Yah that is a bad bad bad bad indicator


----------



## jblackburn (Apr 14, 2012)

Change the oil and coolant immediately.

Run a leak-down test to see if the head gasket is allowing mixing of the two.


----------



## ChevyGuy (Dec 13, 2014)

Bandy said:


> I showed it to man who works in car repair service and he told me that there is no oil on engine so it should be ok.


Uh, no. An engine that has some oil on the outside may be messy, but it's no big deal. But oil in the coolant (or coolant in the oil), is a major issue. 

Now, that said, are you sure it's oil? I think coolant normally feels a little odd. Normally it's pink, but I'm not sure what color it takes on when a dye to locate leaks has been added.

Either way, tow the car to a good repair place for proper evaluation.


----------



## Robby (Mar 1, 2013)

I would recommend a good, complete flushing as well as removing/cleaning of any accumulation in the surge tank.

Once completed, operate the car normally and see what develops over time.
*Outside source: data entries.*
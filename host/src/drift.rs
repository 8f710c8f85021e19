//! Drift: how far live values have moved from a model's training profile
//! ([`crate::artifact::profile`]), as the Population Stability Index over
//! the profile's bins.
//!
//! The index is Σ over bins of (live − expected) · ln(live / expected),
//! with shares, not counts; a bin empty on either side counts as
//! [`EMPTY_BIN_SHARE`] so the logarithm stays finite. 0 means the same
//! spread. Thresholds such as 0.1 (watch) and 0.25 (act) are common
//! practice in credit scoring, not a standard; a high index says the inputs
//! changed, not that the model is wrong, and a low one does not prove it
//! right.

use std::sync::atomic::{AtomicU64, Ordering};
use std::time::Duration;

use serde::{Deserialize, Serialize};

use crate::artifact::profile::{Bins, FieldProfile, Profile};
use crate::contract::{Contract, Domain};

/// The share an empty bin counts as, on either side.
pub const EMPTY_BIN_SHARE: f64 = 1e-4;

/// How live values are counted and judged: over a sliding window of
/// `length`, kept as `slices` consecutive slices (the oldest dropped as a
/// new one starts); an index is given once a field has `min_count` live
/// values in the window; `watch` and `act` are the index's thresholds.
#[derive(Clone, Debug, PartialEq, Serialize, Deserialize)]
pub struct DriftWindow {
    /// How far back live values count.
    pub length: Duration,
    /// Slices the window is kept in (its resolution).
    pub slices: u32,
    /// Live values a field needs in the window before it gets an index.
    pub min_count: u64,
    /// The index from which a field is worth watching (0.1 by default: common practice).
    pub watch: f64,
    /// The index from which a field calls for action (0.25 by default: common practice).
    pub act: f64,
}

impl Default for DriftWindow {
    fn default() -> Self {
        DriftWindow { length: Duration::from_secs(3600), slices: 12, min_count: 200, watch: 0.1, act: 0.25 }
    }
}

/// How far a field has moved.
#[derive(Clone, Copy, Debug, PartialEq, Eq, Serialize, Deserialize)]
#[serde(rename_all = "snake_case")]
pub enum DriftLevel {
    /// Fewer live values than the window's `min_count`: no index yet.
    TooFew,
    /// Below the `watch` threshold.
    Steady,
    /// From `watch` up to `act`.
    Watch,
    /// From `act` up.
    Act,
}

impl std::fmt::Display for DriftLevel {
    /// In words: `too few values`, `steady`, `watch`, `act`.
    fn fmt(&self, f: &mut std::fmt::Formatter<'_>) -> std::fmt::Result {
        f.write_str(match self {
            DriftLevel::TooFew => "too few values",
            DriftLevel::Steady => "steady",
            DriftLevel::Watch => "watch",
            DriftLevel::Act => "act",
        })
    }
}

/// Why a features plan put a feature's fallback (absent, or its default)
/// in place of a looked-up value.
#[derive(Clone, Copy, Debug, PartialEq, Eq, PartialOrd, Ord, Hash)]
#[non_exhaustive]
pub enum FallbackCause {
    /// The source has nothing under the key.
    Missing,
    /// The source's value is older than the plan allows.
    Stale,
    /// The source did not answer in time, failed, or is paused after failing.
    Unavailable,
}

/// How many of a feature's live values in the window were the features
/// plan's fallback rather than a looked-up value, by cause.
#[derive(Clone, Copy, Debug, Default, PartialEq, Eq, Serialize, Deserialize)]
pub struct FallbackCounts {
    /// The source had nothing under the key.
    pub missing: u64,
    /// The source's value was too old.
    pub stale: u64,
    /// The source could not be read.
    pub unavailable: u64,
}

impl FallbackCounts {
    /// All of them.
    pub fn total(&self) -> u64 {
        self.missing + self.stale + self.unavailable
    }

    /// Each cause's name and count: unavailable, missing, stale.
    pub fn by_cause(&self) -> [(&'static str, u64); 3] {
        [("unavailable", self.unavailable), ("missing", self.missing), ("stale", self.stale)]
    }

    /// The counts kept in a field's three counters (see [`cause_at`]).
    fn from_counters(c: &[u64]) -> FallbackCounts {
        FallbackCounts { missing: c[0], stale: c[1], unavailable: c[2] }
    }
}

/// One field's live spread against its training profile.
#[derive(Clone, Debug, PartialEq, Serialize, Deserialize)]
pub struct FieldDrift {
    /// `feature` or `output`.
    pub kind: String,
    /// Its name in the contract.
    pub name: String,
    /// Live values counted in the window.
    pub count: u64,
    /// The stability index, once there are enough live values.
    pub index: Option<f64>,
    /// What the index says, against the window's thresholds.
    pub level: DriftLevel,
    /// The bins' names, in order: `≤ edge`, `> edge`, a label, `unseen labels`, `missing`.
    pub bins: Vec<String>,
    /// Each bin's share of the training rows.
    pub expected: Vec<f64>,
    /// Each bin's share of the live values.
    pub live: Vec<f64>,
    /// Of a feature's live values, those that were the features plan's
    /// fallback (zero without a plan, and for outputs): a field that moved
    /// because its source is down, not because the world did.
    #[serde(default)]
    pub fallbacks: FallbackCounts,
    /// Moves worth naming on their own: missing values far more common
    /// than in training, labels never seen in training, values that were
    /// the features plan's fallback.
    pub notes: Vec<String>,
}

/// A served model's inputs and outputs against its training profile.
#[derive(Clone, Debug, PartialEq, Serialize, Deserialize)]
pub struct DriftReport {
    /// How far back the counts go.
    pub window: Duration,
    /// Per profiled feature (contract order), then per profiled output.
    pub fields: Vec<FieldDrift>,
}

/// The Population Stability Index of live bin counts against the expected
/// shares of the same bins, or `None` when there are no live values (or
/// the bins do not match).
pub fn stability_index(expected: &[f64], live: &[u64]) -> Option<f64> {
    let total: u64 = live.iter().sum();
    if total == 0 || expected.len() != live.len() {
        return None;
    }
    let total = total as f64;
    Some(
        expected
            .iter()
            .zip(live)
            .map(|(&e, &n)| {
                let (a, e) = ((n as f64 / total).max(EMPTY_BIN_SHARE), e.max(EMPTY_BIN_SHARE));
                (a - e) * (a / e).ln()
            })
            .sum(),
    )
}

impl DriftReport {
    /// One line: the fields at the highest level reached
    /// (`act: bmi, s5`; `watch: age`; `steady`; `too few values`), then
    /// any notes' fields (`missing values: s5`).
    pub fn summary(&self) -> String {
        let named = |level: DriftLevel| -> Vec<&str> {
            self.fields.iter().filter(|f| f.level == level).map(|f| f.name.as_str()).collect()
        };
        let (act, watch) = (named(DriftLevel::Act), named(DriftLevel::Watch));
        let mut line = if !act.is_empty() {
            format!("act: {}", act.join(", "))
        } else if !watch.is_empty() {
            format!("watch: {}", watch.join(", "))
        } else if self.fields.iter().any(|f| f.level == DriftLevel::Steady) {
            "steady".to_owned()
        } else {
            "too few values".to_owned()
        };
        let fell_back: Vec<&str> =
            self.fields.iter().filter(|f| f.fallbacks.total() > 0).map(|f| f.name.as_str()).collect();
        if !fell_back.is_empty() {
            line.push_str(&format!("; plan fallbacks on {}", fell_back.join(", ")));
        }
        let noted: Vec<&str> = self.fields.iter().filter(|f| !f.notes.is_empty()).map(|f| f.name.as_str()).collect();
        if !noted.is_empty() {
            line.push_str(&format!("; see notes on {}", noted.join(", ")));
        }
        line
    }
}

/// Where a watched field's values are: a feature's column of the cells,
/// or an output's column of the values.
#[derive(Clone, Copy, Debug, PartialEq, Eq)]
enum Column {
    Feature(usize),
    Output(usize),
}

/// One profiled field as the counters see it.
#[derive(Debug)]
struct Watched {
    kind: &'static str,
    name: String,
    column: Column,
    /// A number's edges (empty for labels), read on every value.
    edges: Box<[f64]>,
    profile: FieldProfile,
    /// Where its bins start among each slice's counters.
    offset: usize,
    /// For a label feature: each contract label's bin.
    labels: Option<Vec<usize>>,
}

impl Watched {
    /// The bin of a value as the contract encodes it (a label as its
    /// index): [`FieldProfile::bin_of`], counting the edges below the value
    /// without a branch per edge.
    #[inline]
    fn bin(&self, value: f64) -> usize {
        if value.is_nan() {
            return self.profile.missing_bin();
        }
        match &self.labels {
            Some(bins) => bins.get(value as usize).copied().unwrap_or(bins.len()),
            None => self.edges.iter().map(|e| usize::from(*e < value)).sum(),
        }
    }

    /// Its values in a call's `rows` (`cells`: rows × features, `values`:
    /// rows × outputs), row by row.
    fn values<'a>(&self, rows: usize, cells: &'a [f64], values: &'a [f64]) -> impl Iterator<Item = f64> + 'a {
        let (column, at) = match self.column {
            Column::Feature(c) => (cells, c),
            Column::Output(c) => (values, c),
        };
        column.iter().skip(at).step_by((column.len() / rows).max(1)).take(rows).copied()
    }
}

thread_local! {
    /// One call's counts, gathered before they are added to the window.
    static SCRATCH: std::cell::RefCell<Vec<u32>> = const { std::cell::RefCell::new(Vec::new()) };
}

/// One slice of the window: which slice of time it holds, and its counts.
#[derive(Debug)]
struct Slice {
    epoch: AtomicU64,
    counts: Box<[AtomicU64]>,
    /// Per watched field, its fallbacks by cause (missing, stale, unavailable).
    fallbacks: Box<[AtomicU64]>,
}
You may be seeing the results of cross contamination.....like the previous owner added something to the cooling system that is incompatable with Dex-Cool......the original, factory fill.
Also, when Dex-Cool is beyond its five year service life it gets rather dark and oily feeling......it will also have a tendency to coat the walls of the plastic surge tank.

Rob


----------



## apcnc (Oct 7, 2013)

Doesn't look good. Any coolant in the oil? Milky? I'm in favor of flushing the system. If it was repaired I don't see any reason why they wouldn't have flushed the system.


----------



## Eddy Cruze (Jan 10, 2014)

I cracked a head in my 86 Turbo Dodge Colt. Dodge painstakingly took two weeks to fix it under warranty to find out they reused engine bolts and had to do most of the work over. When I left the Dealership the first time I decided to check the Oil. It was full of Coolant as the block was never drained.


----------



## apcnc (Oct 7, 2013)

Eddy Cruze said:


> I cracked a head in my 86 Turbo Dodge Colt. Dodge painstakingly took two weeks to fix it under warranty to find out they reused engine bolts and had to do most of the work over. When I left the Dealership the first time I decided to check the Oil. It was full of Coolant as the block was never drained.
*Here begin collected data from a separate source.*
/// A request for estimates, in the same shape on every surface: the body of
/// `POST /estimate`, and one line of a stream.
#[derive(Clone, Debug, Deserialize)]
#[cfg_attr(feature = "http", derive(utoipa::ToSchema))]
#[serde(deny_unknown_fields)]
pub struct EstimateRequest {
    /// Any JSON value the caller wants echoed back in the answer.
    #[cfg_attr(feature = "http", schema(schema_with = super::openapi::request_id))]
    pub id: Option<serde_json::Value>,
    /// The model's name; the routes pick its version.
    pub model: String,
    /// One row: feature name → value (number, string label, boolean;
    /// `null` or left out for absent). Give `row` or `rows`, not both.
    pub row: Option<Row>,
    /// Rows, numbered from 1 in the order given.
    pub rows: Option<Vec<Row>>,
    /// Context for the routes: field → value (`region`, `site`…).
    #[serde(default)]
    #[cfg_attr(feature = "http", schema(schema_with = super::openapi::context_map))]
    pub context: RequestContext,
    /// When the request happened (RFC 3339 with an offset, e.g.
    /// `2026-12-05T08:27:00+01:00`), for time windows; the server's clock
    /// when left out.
    pub at: Option<String>,
    /// For a model whose features are looked up (the store's features
    /// file): `fallbacks` (the default) names in the answer only the
    /// features that fell back; `all` says where every one came from.
    /// The keys are the context's fields, or a row's own fields named as
    /// keys; a feature a row gives itself wins over its lookup.
    #[serde(default)]
    pub lookups: Lookups,
    /// `true` to have the answer carry each scored row's contributions:
    /// per output, the baseline and how much each feature moved the margin
    /// from it (they describe the model, not the world). Off by default;
    /// a model that cannot explain fails the request (`cannot_explain`).
    #[serde(default)]
    pub contributions: bool,
    /// What a host answered when it captured this request (a line of a
    /// capture file: the version, its outputs and each row's values); read
    /// by a replay, ignored when scoring.
    #[serde(default)]
    #[cfg_attr(feature = "http", schema(value_type = Option<Object>))]
    pub captured: Option<serde_json::Value>,
}

impl EstimateRequest {
    /// Takes the request's rows out (`row` or `rows`) and reads its time.
    ///
    /// # Errors
    /// An [`ErrorBody`] of kind `bad_request` when neither or both of `row`
    /// and `rows` are given, `rows` is empty, or `at` is not an RFC 3339
    /// time.
    pub fn take_rows(&mut self) -> Result<(Vec<Row>, Option<Timestamp>), ErrorBody> {
        let rows = match (self.row.take(), self.rows.take()) {
            (Some(row), None) => vec![row],
            (None, Some(rows)) if rows.is_empty() => {
                return Err(ErrorBody::bad_request("rows is empty: give at least one row"));
            }
            (None, Some(rows)) => rows,
            (Some(_), Some(_)) => return Err(ErrorBody::bad_request("give `row` or `rows`, not both")),
            (None, None) => return Err(ErrorBody::bad_request("give `row` (one row) or `rows` (a list)")),
        };
        Ok((rows, parse_at(self.at.as_deref())?))
    }

    /// The registry request for these rows.
    pub fn request<'a>(&'a self, rows: &'a [Row], at: Option<Timestamp>) -> Request<'a> {
        let mut request = Request::new(&self.model, &self.context, rows).at(at);
        if self.lookups == Lookups::All {
            request = request.every_lookup();
        }
        if self.contributions { request.with_contributions() } else { request }
    }
}

/// Parses an `at` field.
///
/// # Errors
/// An [`ErrorBody`] of kind `bad_request` naming the field and value.
pub fn parse_at(at: Option<&str>) -> Result<Option<Timestamp>, ErrorBody> {
    at.map(|t| {
        t.parse::<Timestamp>()
            .map_err(|e| ErrorBody::bad_request(format!("`at`: `{t}` is not an RFC 3339 time with an offset ({e})")))
    })
    .transpose()
}

/// The answer to a request for estimates.
#[derive(Clone, Debug, Serialize)]
#[cfg_attr(feature = "http", derive(utoipa::ToSchema))]
pub struct EstimateAnswer {
    /// The request's `id`, when it gave one.
    #[serde(skip_serializing_if = "Option::is_none")]
    #[cfg_attr(feature = "http", schema(schema_with = super::openapi::request_id))]
    pub id: Option<serde_json::Value>,
    /// The model.
    pub model: String,
    /// The version that answered (semver).
    #[cfg_attr(feature = "http", schema(value_type = String))]
    pub version: Version,
    /// Its artifact's digest.
    pub digest: Digest,
    /// The route that picked it: `default`, a rule's name, or `canary`.
    pub route: String,
    /// What picked it, in full.
    #[cfg_attr(feature = "http", schema(value_type = Reason))]
    pub reason: std::sync::Arc<Reason>,
    /// The registry generation the request was routed in.
    pub generation: u64,
    /// One entry per request row, in order: an object of output name →
    /// value (in contract order), or `null` when the row broke the contract
    /// (its problems are in `problems`).
    pub estimates: Vec<Option<Estimate>>,
    /// Every problem of the rows that got `null`, each naming its row
    /// (from 1), feature, value and rule. Empty when every row was valid.
    pub problems: Vec<RowError>,
    /// What the call cost.
    pub usage: Usage,
    /// Per request row, the features looked up for it: only those that
    /// fell back (missing or stale), or all of them when the request asked
    /// for `"lookups": "all"`. Left out when the model looks nothing up.
    #[serde(skip_serializing_if = "Vec::is_empty")]
    pub lookups: Vec<Vec<Fetched>>,
    /// When the request asked for them: per request row, in order, an
    /// object of output name → its contributions, or `null` for a row that
    /// broke the contract. Left out otherwise.
    #[serde(skip_serializing_if = "Vec::is_empty")]
    pub contributions: Vec<Option<RowContributions>>,
}
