@main.command()
@records_argument
@as_of_option
@click.option("--format", "fmt", type=click.Choice(["text", "json"]), default="text", show_default=True,
              help="text for people (80 columns), json for scripts.")
@click.option("--all", "show_ok", is_flag=True, help="Also list tasks that are not yet due (text format).")
def status(records_dir: str, as_of, fmt: str, show_ok: bool) -> None:
    """Show what is overdue and due soon, and why, with the rule and its source.

    Exit status: 0 nothing overdue, 3 something overdue, 1 the records have
    problems (then nothing is reported as trusted). Suits a cron job."""
    day = _as_of(as_of)
    loaded = _load(records_dir, day)
    if loaded.problems:
        if fmt == "json":
            errors = [{"file": p.source.path, "line": p.source.line, "message": p.message}
                      for p in loaded.problems]
            click.echo(json.dumps({"as_of": day.isoformat(), "records": records_dir, "errors": errors,
                                   "items": []}, indent=1))
        sys.exit(EXIT_ERRORS)
    findings = evaluate(loaded.portfolio, loaded.policy, day)
    if fmt == "json":
        click.echo(json.dumps(status_json(findings, day, records_dir), indent=1, ensure_ascii=False))
    else:
        click.echo(status_text(findings, loaded.portfolio, day, show_ok), nl=False)
    sys.exit(EXIT_OVERDUE if any(f.state is State.OVERDUE for f in findings) else EXIT_OK)


@main.command()
@records_argument
@as_of_option
def rules(records_dir: str, as_of) -> None:
    """List every rule in force: value, source, and whether policy.yaml set it."""
    loaded = _load_or_exit(records_dir, _as_of(as_of))
    for rule in loaded.policy:
        where = f"local, {rule.defined_at}" if rule.local else "default"
        click.echo(f"{rule.name}: {rule.value}  [{where}]")
        click.echo(f"    {rule.title}. Source: {rule.source}")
That's just pure neglect. I can't imagine what they said to explain that!


----------



## Bandy (Oct 17, 2016)

Robby said:


> I would recommend a good, complete flushing as well as removing/cleaning of any accumulation in the surge tank.
> 
> Once completed, operate the car normally and see what develops over time.
> 
> ...


Hi. Coolant fluid was never changed. So maybe i should try changing it and cleaning it. If there is something bad i should see oil in it again?


----------



## Robby (Mar 1, 2013)

Bandy said:


> Hi. Coolant fluid was never changed. So maybe i should try changing it and cleaning it. If there is something bad i should see oil in it again?
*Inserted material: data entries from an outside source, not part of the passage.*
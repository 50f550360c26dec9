"""The margin of an equivalence or non-inferiority question, as the user enters it.

Shown under the question row of the set-up panel while the question picked there needs a margin:
its size (or a low and a high end for an uneven margin), how it is given (in the measurement's
units, as a percentage of group 2's mean, or as a ratio of group 1's mean to group 2's) and, for
non-inferiority, which direction is worse. A valid entry is written to the session at once with
``session.ask(kind=..., margin=Margin(...))``; an entry that is not valid is said in one line
under the fields, and the question last written stays in force (the line says which). The
fields keep what was typed while the question is switched to another kind and back.
"""

from __future__ import annotations

import math
from typing import Any

from PySide6.QtCore import QSignalBlocker, Qt
from PySide6.QtWidgets import (QCheckBox, QComboBox, QFormLayout, QHBoxLayout, QLabel, QLineEdit, QVBoxLayout,
                               QWidget)

from engine.errors import OptionProblem
from engine.question import MARGIN_KINDS, Margin, Question
from engine.text import visible

from .messages import message_text
from .plain_text import plain_label

__all__ = ["MarginEntry", "UNIT_WORDS", "WORSE_WORDS", "parse_number", "margin_reading", "in_force_words",
           "entered_words", "question_words", "mirrored"]

# How the margin is given, for each of engine.question.MARGIN_UNITS: {a} is group 1, {b} group 2.
UNIT_WORDS: tuple[tuple[str, str], ...] = (
    ("units", "in the measurement's units"),
    ("percent", "as % of {b}'s mean"),
    ("ratio", "as a ratio: {a}'s mean / {b}'s"),
)
UNIT_TIPS = {
    "units": "The margin is a difference in the measurements' own units, such as 2 for 2 kN.",
    "percent": "The margin is a share of {b}'s mean: 5 means 5 % of {b}'s mean, worked out from the data.",
    "ratio": "The margin is a ratio of {a}'s mean to {b}'s, such as 0.8 to 1.25. It compares the "
             "geometric means (on the log scale), so every measurement must be above zero.",
}
# Which direction is worse, for each of engine.question.WORSE.
WORSE_WORDS: tuple[tuple[str, str], ...] = (
    ("lower", "lower values are worse"),
    ("higher", "higher values are worse"),
)


def parse_number(text: str, *, percent: bool = False) -> float | None:
    """The number typed in ``text``, or None when it is not one. A decimal comma ("0,5"), a true
    minus sign and, for a percentage, a trailing "%" are taken as meant."""
    cleaned = text.strip().replace("\u2212", "-").replace(" ", "")
    if percent and cleaned.endswith("%"):
        cleaned = cleaned[:-1]
    if cleaned.count(",") == 1 and "." not in cleaned:
        cleaned = cleaned.replace(",", ".")
    try:
        value = float(cleaned)
    except ValueError:
        return None
    return value if math.isfinite(value) else None


def _g(value: float) -> str:
    return f"{value:.6g}".replace("-", "\u2212")


def margin_reading(kind: str, margin: Margin, labels: tuple[str, str]) -> str:
    """What the margin means, in a sentence: "The groups count as the same if wax minus resin
    lies between −2 and 2."."""
    first, second = (visible(label) for label in labels)
    if margin.unit == "ratio":
        what = f"{first}'s mean divided by {second}'s"
        show = _g
    else:
        what = f"{first} minus {second}"
        show = (lambda v: f"{_g(v)} % of {second}'s mean") if margin.unit == "percent" else _g
    if kind == "equivalent":
        return f"The groups count as the same if {what} lies between {show(margin.low)} and {show(margin.high)}."
    side = "above" if margin.worse == "lower" else "below"
    return f"{first} counts as no worse if {what} lies {side} {show(margin.bound)}."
That would be correct for the most part.......there likely will be some residual 'goo' that accumulates after servicing but as long as the level doesn't rise, odds are it (what you are currently seeing) is just old oily coolant.

The actual engine oil passages (head to block for cam bearing oiling) actually appear to be only one, branching to two in the head, pressurizing each camshaft feeding oil to each cam journal as well as throwing oil from holes in each cam lobe to lubricate the lobe to follower interface. The head itself has rifle drilled passages to provide oil to the followers known as (HVA's) for short, Hydraulic Cam Followers for long.

This design follows most other manufacturers as far as oiling and engine oil making it into the cooling system is highly unlikely.

In general, the only time oil gets into a cooling system is if the automatic transmission cooler fails (mounted inside the radiator) and, because the trans operates at a higher pressure than the cooling system, trans fluid gets pushed into the cooling system.
Once the engine is shut off, the pressurized coolant is forced through the same spot, migrating coolant into the trans.
Ultimately the transmission is destroyed......trans fluid looks like a strawberry milkshake when this occurs, coolant shows red stripes.

You indicate you have a manual transmission so none of that applies to your car. 

For now, flush and fill and don't frett yet.

Rob


----------



## pelfrank (Mar 23, 2015)

Hi, it could be radiator stop leak product which you pour into your coolant to hopefully stop any leak. I've used this in my other car.


----------



## Bandy (Oct 17, 2016)

I drained all coolant yesterday, and filled it with 5 litres distilated water and drained it too it was messy. I filled with 5 litres distilated water again and drained it now it looks a lot better. Anyway today i am buying another 5l bottle of distilated water to clean it. So it will be 15L of distilated water that went through the system i guess it will be enough. After last bottle of distilated water i will fill it with antifreeze and i hope it won't get oily.through


----------



## nvsws6 (Sep 16, 2016)

Bandy, keep an eye on it, most likely you have a blown head gasket. Run a compression test as well. Best case scenario is that the previous owner put oil in the coolant. Worst case would be, as mentioned before, a bad block.


----------